Jake died.
WTF????????? That's how you tell me????
Oops typo. Jake cried.
Heard it's your birthday. I can't send pictures, but go ahead and imagine my balls.
yeah well we're currently on the phone and she's telling me about how much she misses me and all this shit and i muted myself and i'm watching porn.
I wish alcohol would automatically work as birth control if you have sex drunk.
Just dominated the men's bathroom at work. Sounded like the intro of a death metal song.
He puked in the funnel and continued to chug it. Who is this dude?
I had to have my mom pick me up from the party and the windows lock was on so when I went to projectile vomit out the window it wouldn't roll down and it splashed back at my face.
I am convinced that after two dates and a few adult sleepovers that he still doesn't know my name.
The silhouette of his dick looked like an eagle. Amurrican.
I am slightly proud of the fact his mom turns on the dryer located behind the spare bedroom EVERY time we visit!
Besides he said his dick was as big as a loaf of bread and that it was broken. So I was like u have half a head of hair and a broken dick that looks like bread. No thanks. Im good.

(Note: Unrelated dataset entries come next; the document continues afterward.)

package ionmark.speciation.api;

import java.util.List;

/**
 * One line of a site's derivation: what was added to the pKa, how much, and on whose authority.
 *
 * @param label  plain words, for example "Hammett σp(nitro) 0.78 × ρ 2.23, para"; atoms it names are numbered
 *               from 1, as a chemist counts them
 * @param value  contribution in pKa units (the first term is the class reference value itself)
 * @param source citation
 * @param atoms  the other atoms the line is about, as indices from 0 like {@link Site#atom()} (a coupled or
 *               paired site); empty when it names none (since 1.3)
 */
public record Term(String label, double value, String source, List<Integer> atoms) {
    public Term {
        atoms = List.copyOf(atoms == null ? List.of() : atoms);
    }

    /** A line that names no other atom. */
    public Term(String label, double value, String source) {
        this(label, value, source, List.of());
    }
}
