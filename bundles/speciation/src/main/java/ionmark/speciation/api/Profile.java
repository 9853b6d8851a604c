package ionmark.speciation.api;

import java.util.List;

/**
 * What only a full analysis ({@link Speciation#analyse}) computes; a brief one ({@link Speciation#screen}) and a
 * failed one have none ({@link Analysis#profile()} is null). The titration curve is a call of its own
 * ({@link Speciation#curve}).
 *
 * @param species          leading microstates, largest first (empty without pH)
 * @param isoelectricPoint pH of zero mean charge for an ampholyte whose acid and base both titrate between pH 0 and
 *                         14, found between its lowest and highest listed constant; else null
 * @param logP             octanol/water logP of the uncharged form (CDK JPlogP), NaN if unavailable
 * @param logD             logD at the stated pH over all species: uncharged at logP, zwitterions and ions at
 *                         logP − 3.5 per unit of net charge (a zwitterion as one), common practice (null without pH)
 * @param neutralWindows   pH ranges (0–14) in which at least 99 % has net charge 0
 *                         ({@link Analysis#fractionNeutral()}, zwitterions included)
 * @param chargedWindows   pH ranges (0–14) in which at least 99 % has a net charge
 */
public record Profile(List<Species> species, Double isoelectricPoint, double logP, Double logD,
        List<Window> neutralWindows, List<Window> chargedWindows) {

    public Profile {
        species = List.copyOf(species);
        neutralWindows = List.copyOf(neutralWindows);
        chargedWindows = List.copyOf(chargedWindows);
    }
}
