package ionmark.speciation.api;

import java.util.List;
import java.util.Map;

/**
 * Everything Ionmark says about one structure at one set of conditions. A failed analysis carries
 * {@link #error()} and empty lists; it never throws.
 *
 * @param input          the text as given
 * @param smiles         the parent structure analysed, in its reference protonation; in a brief analysis,
 *                       the input SMILES itself when it already was that parent unchanged
 * @param stripped       components removed from a mixture or salt
 * @param sites          titratable and permanent sites
 * @param macroPka       macroscopic pKa values, ascending
 * @param conditions     the conditions used
 * @param netCharge      mean net charge at the stated pH (null without pH)
 * @param fractionNeutral fraction with net charge 0, zwitterions included (null without pH)
 * @param fractionUncharged fraction with no charged site at all: the neutral fraction less its zwitterions;
 *                       0 with a permanent charge (null without pH; since 1.2)
 * @param chargeStates   fraction per net charge (empty without pH)
 * @param species        leading microstates, largest first (empty without pH)
 * @param isoelectricPoint pH of zero mean charge for an ampholyte whose acid and base both titrate between
 *                       pH 0 and 14, found between its lowest and highest listed constant; else null
 * @param logP           octanol/water logP of the uncharged form (CDK JPlogP), NaN if unavailable
 * @param logD           logD at the stated pH over all species: uncharged at logP, zwitterions and ions at
 *                       logP − 3.5 per unit of net charge (a zwitterion as one), common practice (null without pH)
 * @param neutralWindows pH ranges (0–14) in which at least 99 % has net charge 0 ({@code fractionNeutral},
 *                       zwitterions included)
 * @param chargedWindows pH ranges (0–14) in which at least 99 % has a net charge ({@code 1 − fractionNeutral})
 * @param corrections    temperature and ionic-strength corrections applied, in words
 * @param warnings       what the reader must know (estimated not measured, sampled, outside the table …)
 * @param sampled        true when populations were sampled rather than enumerated
 * @param tableVersion   the table version used, for example "v1 (cafd59fb)"
 * @param error          one-line error for bad input, else null
 * @param uncoveredAtoms atoms that look ionizable but no class of the table covers, as indices from 0 like
 *                       {@link Site#atom()}; the warning that names them counts from 1 (since 1.3)
 */
public record Analysis(String input, String smiles, List<String> stripped, List<Site> sites, List<Double> macroPka,
        Conditions conditions, Double netCharge, Double fractionNeutral, Double fractionUncharged,
        Map<Integer, Double> chargeStates,
        List<Species> species, Double isoelectricPoint, double logP, Double logD, List<Window> neutralWindows, List<Window> chargedWindows,
        List<String> corrections, List<String> warnings, boolean sampled, String tableVersion, String error,
        List<Integer> uncoveredAtoms) {

    public Analysis {
        uncoveredAtoms = List.copyOf(uncoveredAtoms == null ? List.of() : uncoveredAtoms);
        stripped = List.copyOf(stripped);
        sites = List.copyOf(sites);
        macroPka = List.copyOf(macroPka);
        chargeStates = Map.copyOf(chargeStates);
        species = List.copyOf(species);
        neutralWindows = List.copyOf(neutralWindows);
        chargedWindows = List.copyOf(chargedWindows);
        corrections = List.copyOf(corrections);
        warnings = List.copyOf(warnings);
    }

    /** The 1.2 form, without {@code uncoveredAtoms} (empty). */
    public Analysis(String input, String smiles, List<String> stripped, List<Site> sites, List<Double> macroPka,
            Conditions conditions, Double netCharge, Double fractionNeutral, Double fractionUncharged,
            Map<Integer, Double> chargeStates, List<Species> species, Double isoelectricPoint, double logP, Double logD,
            List<Window> neutralWindows, List<Window> chargedWindows, List<String> corrections, List<String> warnings,
            boolean sampled, String tableVersion, String error) {
        this(input, smiles, stripped, sites, macroPka, conditions, netCharge, fractionNeutral, fractionUncharged,
                chargeStates, species, isoelectricPoint, logP, logD, neutralWindows, chargedWindows, corrections, warnings,
                sampled, tableVersion, error, List.of());
    }

    /** The 1.1 form, without {@code fractionUncharged} (null). */
    public Analysis(String input, String smiles, List<String> stripped, List<Site> sites, List<Double> macroPka,
            Conditions conditions, Double netCharge, Double fractionNeutral, Map<Integer, Double> chargeStates,
            List<Species> species, Double isoelectricPoint, double logP, Double logD, List<Window> neutralWindows,
            List<Window> chargedWindows, List<String> corrections, List<String> warnings, boolean sampled,
            String tableVersion, String error) {
        this(input, smiles, stripped, sites, macroPka, conditions, netCharge, fractionNeutral, null, chargeStates,
                species, isoelectricPoint, logP, logD, neutralWindows, chargedWindows, corrections, warnings, sampled,
                tableVersion, error);
    }

    public static Analysis failed(String input, Conditions c, String tableVersion, String error) {
        return new Analysis(input, "", List.of(), List.of(), List.of(), c, null, null, null, Map.of(), List.of(), null, Double.NaN,
                null, List.of(), List.of(), List.of(), List.of(), false, tableVersion, error);
    }

    public boolean ok() {
        return error == null;
    }
}
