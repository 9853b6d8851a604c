package ionmark.speciation.internal.estimate;

import static org.junit.jupiter.api.Assertions.assertEquals;

import java.math.BigDecimal;
import java.math.RoundingMode;

import net.jqwik.api.ForAll;
import net.jqwik.api.Property;
import net.jqwik.api.constraints.DoubleRange;
import net.jqwik.api.constraints.IntRange;

/**
 * Numbers in derivations are printed by a small fixed-decimal routine; it must agree with exact
 * decimal rounding (half away from zero, {@link BigDecimal}) wherever the double is not a tie.
 */
class DerivationNumbersTest {

    @Property(tries = 20_000)
    void fixedDecimalsAgreeWithBigDecimal(@ForAll @DoubleRange(min = -50, max = 50) double v,
            @ForAll @IntRange(min = 2, max = 3) int digits) {
        BigDecimal exact = new BigDecimal(v);
        BigDecimal scaled = exact.movePointRight(digits);
        BigDecimal frac = scaled.subtract(new BigDecimal(scaled.toBigInteger())).abs();
        if (frac.subtract(new BigDecimal("0.5")).abs().compareTo(new BigDecimal("1e-6")) < 0) {
            return; // a tie up to the last bits of the double: either neighbour is an honest print
        }
        String want = exact.setScale(digits, RoundingMode.HALF_UP).toPlainString();
        if (want.startsWith("-") && new BigDecimal(want).signum() == 0) {
            want = want.substring(1); // no "-0.00"
        }
        assertEquals(want, LferEstimator.fixed(v, digits), () -> "v = " + v);
    }
}
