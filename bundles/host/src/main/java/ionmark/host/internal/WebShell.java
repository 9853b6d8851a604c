package ionmark.host.internal;

import java.io.IOException;
import java.nio.charset.StandardCharsets;
import java.nio.file.Path;
import java.security.SecureRandom;
import java.util.HashMap;
import java.util.HexFormat;
import java.util.List;
import java.util.Map;
import java.util.Set;
import java.util.concurrent.CopyOnWriteArrayList;

import org.osgi.framework.BundleContext;
import org.osgi.service.component.annotations.Activate;
import org.osgi.service.component.annotations.Component;
import org.osgi.service.component.annotations.Reference;
import org.osgi.service.component.annotations.ReferenceCardinality;
import org.osgi.service.component.annotations.ReferencePolicy;
import org.osgi.service.metatype.annotations.Designate;

import ionmark.host.api.AdminPage;
import ionmark.host.api.Block;
import ionmark.host.api.Decoration;
import ionmark.host.api.Entry;
import ionmark.host.api.EntryDecorator;
import ionmark.host.api.HostAuditor;
import ionmark.host.api.HostUser;
import ionmark.host.api.SidePanel;
import jakarta.servlet.Servlet;
import jakarta.servlet.http.HttpServlet;
import jakarta.servlet.http.HttpServletRequest;
import jakarta.servlet.http.HttpServletResponse;
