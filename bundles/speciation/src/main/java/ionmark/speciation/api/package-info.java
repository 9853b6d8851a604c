/**
 * Ionization of one structure at stated conditions: sites, estimated pKa values with their
 * derivation, microstate populations, charge, and how much is neutral.
 *
 * <pre>{@code
 * Analysis a = speciation.analyse("CC(=O)O", Conditions.atPh(4.76));
 * a.sites().get(0).pka();          // about 4.76
 * a.sites().get(0).protonated();   // about 0.5
 * a.fractionNeutral();             // about 0.5 (net charge 0, zwitterions included)
 * a.fractionUncharged();           // about 0.5 (no charged site; since 1.2)
 * }</pre>
 */
@org.osgi.annotation.bundle.Export
@org.osgi.annotation.versioning.Version("1.3.0")
package ionmark.speciation.api;
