package ionmark.speciation.api;

/**
 * The least-squares fit of one group class.
 *
 * @param group      class id
 * @param n          compounds used (monoprotic, after trimming)
 * @param trimmed    compounds dropped as outliers
 * @param pkaBefore  reference pKa before
 * @param pkaAfter   reference pKa after (shrunk toward the prior with weight {@link TableCalibration#PRIOR_WEIGHT})
 * @param rhoBefore  reaction constant before (NaN for classes without a relation)
 * @param rhoAfter   reaction constant after
 * @param rmse       root mean square residual after the fit
 * @param r2         coefficient of determination (NaN when only the intercept was fitted)
 * @param sdAfter    the class uncertainty written to the table
 * @param rejected   the fit moved the reference value too far to be trusted; the class was left unchanged
 */
public record ClassFit(String group, int n, int trimmed, double pkaBefore, double pkaAfter, double rhoBefore,
        double rhoAfter, double rmse, double r2, double sdAfter, boolean rejected) {
}
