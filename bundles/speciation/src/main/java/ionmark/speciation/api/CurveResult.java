package ionmark.speciation.api;

/**
 * The answer of {@link Speciation#curve}: the curves, or why there are none. A call never throws for bad input
 * or an exhausted time budget; it returns a failure whose message a chemist can read.
 *
 * <pre>{@code
 * CurveResult r = speciation.curve("CC(=O)O", Conditions.noPh(), 0, 14, 0.1);
 * if (r.ok()) {
 *     double[] charge = r.curve().meanCharge();
 * } else {
 *     show(r.error());                             // for example "not annotated: ..." or a reading error
 * }
 * }</pre>
 *
 * @param curve         the curves; null on failure
 * @param error         one line for a chemist; null on success
 * @param errorPosition where the structure could not be read, when the reader can say (else null)
 */
public record CurveResult(Curve curve, String error, ErrorPosition errorPosition) {

    public CurveResult {
        if ((curve == null) == (error == null)) {
            throw new IllegalArgumentException("a curve result carries either a curve or an error");
        }
    }

    public static CurveResult of(Curve curve) {
        return new CurveResult(curve, null, null);
    }

    public static CurveResult failed(String error) {
        return new CurveResult(null, error, null);
    }

    public static CurveResult failed(String error, ErrorPosition at) {
        return new CurveResult(null, error, at);
    }

    public boolean ok() {
        return error == null;
    }
}
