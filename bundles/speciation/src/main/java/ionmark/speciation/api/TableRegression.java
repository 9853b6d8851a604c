package ionmark.speciation.api;

import java.util.List;

import org.osgi.annotation.versioning.ProviderType;

import ionmark.acidity.api.AcidityTable;

/**
 * What a draft table would change: every compound of the project's reference set (handbook values,
 * shipped with this bundle) predicted with the head and with the draft.
 */
@ProviderType
public interface TableRegression {

    /** One reference compound whose prediction changes. */
    record Shift(String name, String smiles, List<Double> reference, List<Double> head, List<Double> draft,
            List<String> sitesGained, List<String> sitesLost, double largestShift) {
        public Shift {
            reference = List.copyOf(reference);
            head = List.copyOf(head);
            draft = List.copyOf(draft);
            sitesGained = List.copyOf(sitesGained);
            sitesLost = List.copyOf(sitesLost);
        }
    }

    /**
     * @param compounds     reference compounds predicted
     * @param maeHead       mean absolute error against the reference values with the head
     * @param maeDraft      the same with the draft
     * @param classesTouched group classes (and substituents) that differ between head and draft
     * @param shifts        compounds whose prediction changes, largest change first
     */
    record Report(int compounds, double maeHead, double maeDraft, List<String> classesTouched, List<Shift> shifts) {
        public Report {
            classesTouched = List.copyOf(classesTouched);
            shifts = List.copyOf(shifts);
        }
    }

    Report compare(AcidityTable head, AcidityTable draft);
}
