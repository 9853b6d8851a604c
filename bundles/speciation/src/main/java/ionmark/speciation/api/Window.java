package ionmark.speciation.api;

/** A pH range [from, to] in which a condition holds (for example: at least 99 % neutral). */
public record Window(double from, double to) {
}
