package ionmark.speciation.api;

import java.util.Locale;

/** How a site's value was obtained. {@link #label()} is the word the card, the JSON output and the reports print. */
public enum Basis {
    /** From the table's class value and its substituent terms (Hammett/Taft, pair rules, interactions). */
    ESTIMATED,
    /** The estimate moved by measured sites of similar compounds in the table (analog correction). */
    ANALOG,
    /** Fitted so that the model reproduces the measured constants of the structure itself. */
    MEASURED;

    /** "estimated", "analog" or "measured". */
    public String label() {
        return name().toLowerCase(Locale.ROOT);
    }
}
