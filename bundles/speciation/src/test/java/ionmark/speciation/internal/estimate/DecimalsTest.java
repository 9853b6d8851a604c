package ionmark.speciation.internal.estimate;

import static org.junit.jupiter.api.Assertions.assertEquals;

import java.util.Locale;
import java.util.SplittableRandom;

import org.junit.jupiter.api.Test;

/** {@link Decimals} must write exactly what {@code String.format(Locale.ROOT, ...)} writes. */
class DecimalsTest {
    private static void same(double v) {
        for (int digits = 0; digits <= 3; digits++) {
            assertEquals(String.format(Locale.ROOT, "%." + digits + "f", v), Decimals.fixed(v, digits), "value " + v);
            assertEquals(String.format(Locale.ROOT, "%+." + digits + "f", v),
                    Decimals.append(new StringBuilder(), v, digits, true).toString(), "value " + v);
        }
    }

    @Test
    void halfwayDecimalsRoundAsTheFormatterDoes() {
        // values written with a 5 just past the last kept digit, where half-up on the shortest digits and rounding
        // of the binary value part (0.125 is exact, 0.15 and 2.675 are not)
        for (double v : new double[] { 0.125, 0.15, 0.25, 0.35, 0.45, 1.005, 2.675, 4.755, 1.5, 2.5, -0.5, -1.5,
                -2.675, 0.005, 0.0049999, 99.995, 1e-7, 1e7, 123456789.125 }) {
            same(v);
        }
    }

    @Test
    void zerosAndSignsAsTheFormatter() {
        for (double v : new double[] { 0.0, -0.0, -0.001, 0.001, -0.004, -0.005, Double.NaN,
                Double.POSITIVE_INFINITY, Double.NEGATIVE_INFINITY, Double.MIN_VALUE, -Double.MIN_VALUE }) {
            same(v);
        }
    }

    @Test
    void everyThousandthAndItsNeighbours() {
        for (int k = -5000; k <= 5000; k++) {
            double v = k / 1000.0;
            same(v);
            same(Math.nextUp(v));
            same(Math.nextDown(v));
            same(k / 200.0);
        }
    }

    @Test
    void randomValuesOfEveryScale() {
        SplittableRandom r = new SplittableRandom(31);
        for (int i = 0; i < 20_000; i++) {
            double v = (r.nextDouble() - 0.5) * Math.pow(10, r.nextInt(-6, 9));
            same(v);
        }
    }
}
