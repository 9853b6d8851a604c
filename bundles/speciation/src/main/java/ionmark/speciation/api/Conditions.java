package ionmark.speciation.api;

/**
 * The conditions an entry states. A missing pH is allowed (sites and pKa values are still reported).
 *
 * @param ph            pH on the activity scale, or {@code null} when none was stated
 * @param temperature   °C, 0 to 100
 * @param ionicStrength mol/L, 0 or more (the Davies equation is used; above 0.5 M it is only a rough guide)
 */
public record Conditions(Double ph, double temperature, double ionicStrength) {
    public static final double STANDARD_TEMPERATURE = 25.0;

    public Conditions {
        if (ph != null && (ph.isNaN() || ph < -2 || ph > 16)) {
            throw new IllegalArgumentException("pH must be a number from -2 to 16, not " + ph);
        }
        if (Double.isNaN(temperature) || temperature < 0 || temperature > 100) {
            throw new IllegalArgumentException("temperature must be from 0 to 100 °C, not " + temperature);
        }
        if (Double.isNaN(ionicStrength) || ionicStrength < 0 || Double.isInfinite(ionicStrength)) {
            throw new IllegalArgumentException("ionic strength must be 0 mol/L or more, not " + ionicStrength);
        }
    }

    public static Conditions atPh(double ph) {
        return new Conditions(ph, STANDARD_TEMPERATURE, 0.0);
    }

    public static Conditions noPh() {
        return new Conditions(null, STANDARD_TEMPERATURE, 0.0);
    }

    public boolean hasPh() {
        return ph != null;
    }

    public Conditions withTemperature(double t) {
        return new Conditions(ph, t, ionicStrength);
    }

    public Conditions withIonicStrength(double i) {
        return new Conditions(ph, temperature, i);
    }
}
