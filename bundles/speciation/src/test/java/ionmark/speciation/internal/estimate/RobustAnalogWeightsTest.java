package ionmark.speciation.internal.estimate;

import static org.junit.jupiter.api.Assertions.assertEquals;
import static org.junit.jupiter.api.Assertions.assertFalse;
import static org.junit.jupiter.api.Assertions.assertTrue;

import java.util.List;

import org.junit.jupiter.api.Test;

import ionmark.acidity.api.MeasuredCompound;
import ionmark.acidity.api.SiteType;

/**
 * Huber weights around the weighted median (Huber, Ann. Math. Statist. 35 (1964) 73–101): residuals within c of the
 * median keep their weight, a residual at distance d > c keeps c/d of it. Worked by hand: residuals +0.50, +0.60,
 * +0.55 and −4.00 at equal weight have the (lower) weighted median +0.50 (of the sorted −4.00, +0.50, +0.55, +0.60,
 * the first whose cumulative weight reaches half the total), so −4.00 (d = 4.50) keeps 0.5/4.50 = 0.111 of its
 * weight.
 */
class RobustAnalogWeightsTest {
    private static AnalogCorrection.Used used(String id, double residual) {
        MeasuredCompound c = new MeasuredCompound(id, id, "CC(=O)O", List.of(4.76), 25, 0, "", "test", List.of());
        SiteAnalogIndex.MeasuredSite s = new SiteAnalogIndex.MeasuredSite(c, "carboxylic", SiteType.ACID,
                new int[0], 4.76 - residual, residual, "test", "");
        return new AnalogCorrection.Used(s, 0.8, 0.6, false);
    }

    @Test
    void aResidualFarFromTheOthersKeepsOnlyPartOfItsWeightAndIsMarked() {
        List<AnalogCorrection.Used> in = List.of(used("a", 0.50), used("b", 0.60), used("c", 0.55), used("d", -4.00));
        List<AnalogCorrection.Used> out = AnalogCorrection.robust(in, 0.5);
        for (int i = 0; i < 3; i++) {
            assertEquals(0.6, out.get(i).weight(), 1e-12, out.get(i).site().compound().id());
            assertFalse(out.get(i).damped());
        }
        assertEquals(0.6 * 0.5 / 4.50, out.get(3).weight(), 1e-12);
        assertTrue(out.get(3).damped());
        double plain = in.stream().mapToDouble(u -> u.weight() * u.site().residual()).sum()
                / in.stream().mapToDouble(AnalogCorrection.Used::weight).sum();
        double robust = out.stream().mapToDouble(u -> u.weight() * u.site().residual()).sum()
                / out.stream().mapToDouble(AnalogCorrection.Used::weight).sum();
        assertEquals(-0.59, plain, 0.01); // the plain mean is dragged to the wrong sign by the one outlier
        assertTrue(robust > 0.3 && robust < 0.6, "robust mean " + robust);
    }

    @Test
    void residualsThatAgreeKeepTheirWeights() {
        List<AnalogCorrection.Used> in = List.of(used("a", 0.50), used("b", 0.90), used("c", 0.70));
        assertEquals(in, AnalogCorrection.robust(in, 0.5));
    }
}
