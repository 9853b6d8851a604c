package ionmark.speciation.internal.estimate;

import static org.junit.jupiter.api.Assertions.assertEquals;
import static org.junit.jupiter.api.Assertions.assertNull;
import static org.junit.jupiter.api.Assertions.assertTrue;

import org.junit.jupiter.api.Test;
import org.openscience.cdk.exception.InvalidSmilesException;
import org.openscience.cdk.interfaces.IAtomContainer;
import org.openscience.cdk.silent.SilentChemObjectBuilder;
import org.openscience.cdk.smiles.SmilesParser;

import ionmark.speciation.internal.sites.MatchTarget;
import ionmark.speciation.internal.sites.PerceivedSite;

/**
 * 4-Methylimidazole and 5-methylimidazole are one compound: the ring N-H passes between the two ring nitrogens
 * faster than any titration (annular tautomerism; Katritzky, Handbook of Heterocyclic Chemistry, from memory). Its
 * basic nitrogen is next to the methyl-bearing carbon in one drawing and next to the ring CH in the other, so an
 * environment rooted at the drawn basic N alone tells the two apart; with the ring nitrogens counted alike, a measured
 * imidazole finds its analog whichever tautomer either structure was read in.
 */
class AnnularTautomerEnvironmentTest {
    private static final SmilesParser SMILES = new SmilesParser(SilentChemObjectBuilder.getInstance());

    @Test
    void bothDrawingsOfMethylimidazoleGiveTheBasicNitrogenOneEnvironment() throws InvalidSmilesException {
        MatchTarget fourMethyl = target("Cc1c[nH]cn1"); // basic N next to C-CH3
        MatchTarget fiveMethyl = target("Cc1cnc[nH]1"); // basic N next to C-H
        PerceivedSite a = basicNitrogen(fourMethyl);
        PerceivedSite b = basicNitrogen(fiveMethyl);

        double drawn = SiteEnvironment.tanimoto(SiteEnvironment.of(fourMethyl, a, 4, false),
                SiteEnvironment.of(fiveMethyl, b, 4, false));
        assertTrue(drawn < 0.8, "as drawn the two compare at " + drawn);
        assertEquals(1.0, SiteEnvironment.tanimoto(SiteEnvironment.of(fourMethyl, a, 4, true),
                SiteEnvironment.of(fiveMethyl, b, 4, true)), 1e-12);
    }

    @Test
    void anNSubstitutedImidazoleHasNoAnnularTautomer() throws InvalidSmilesException {
        // 1-methylimidazole: the methyl fixes the ring N-substituent, nothing moves
        assertNull(SiteEnvironment.annularNitrogens(target("Cn1ccnc1")));
        boolean[] pyrazole = SiteEnvironment.annularNitrogens(target("c1cc[nH]n1"));
        assertEquals(2, countTrue(pyrazole));
    }

    private static MatchTarget target(String smi) throws InvalidSmilesException {
        IAtomContainer mol = SMILES.parseSmiles(smi);
        return new MatchTarget(mol);
    }

    /** The ring N without a hydrogen, as a site whose class does not matter here. */
    private static PerceivedSite basicNitrogen(MatchTarget t) {
        for (int i = 0; i < t.atomCount(); i++) {
            if (t.atomicNumber(i) == 7 && t.implicitHydrogens(i) == 0) {
                return new PerceivedSite(i, null, new int[] {i}, new int[] {i});
            }
        }
        throw new AssertionError("no basic N");
    }

    private static int countTrue(boolean[] b) {
        int n = 0;
        for (boolean x : b) {
            n += x ? 1 : 0;
        }
        return n;
    }
}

Got drunk with him at an Irish pub ended up losing him for twenty minutes when I finally find him his piss drunk singing Irish folk music with a group of Irish guys and a midget
He meets the coolest people when he's drunk
Why are you naked at 4pm?
Its my birthday, I dont have to wear clothes
I am playing in the snow in my bunny outfit. GET OVER HERE
I’m vetoing meatball margaritas right out the gate. We can’t have people throwing up again!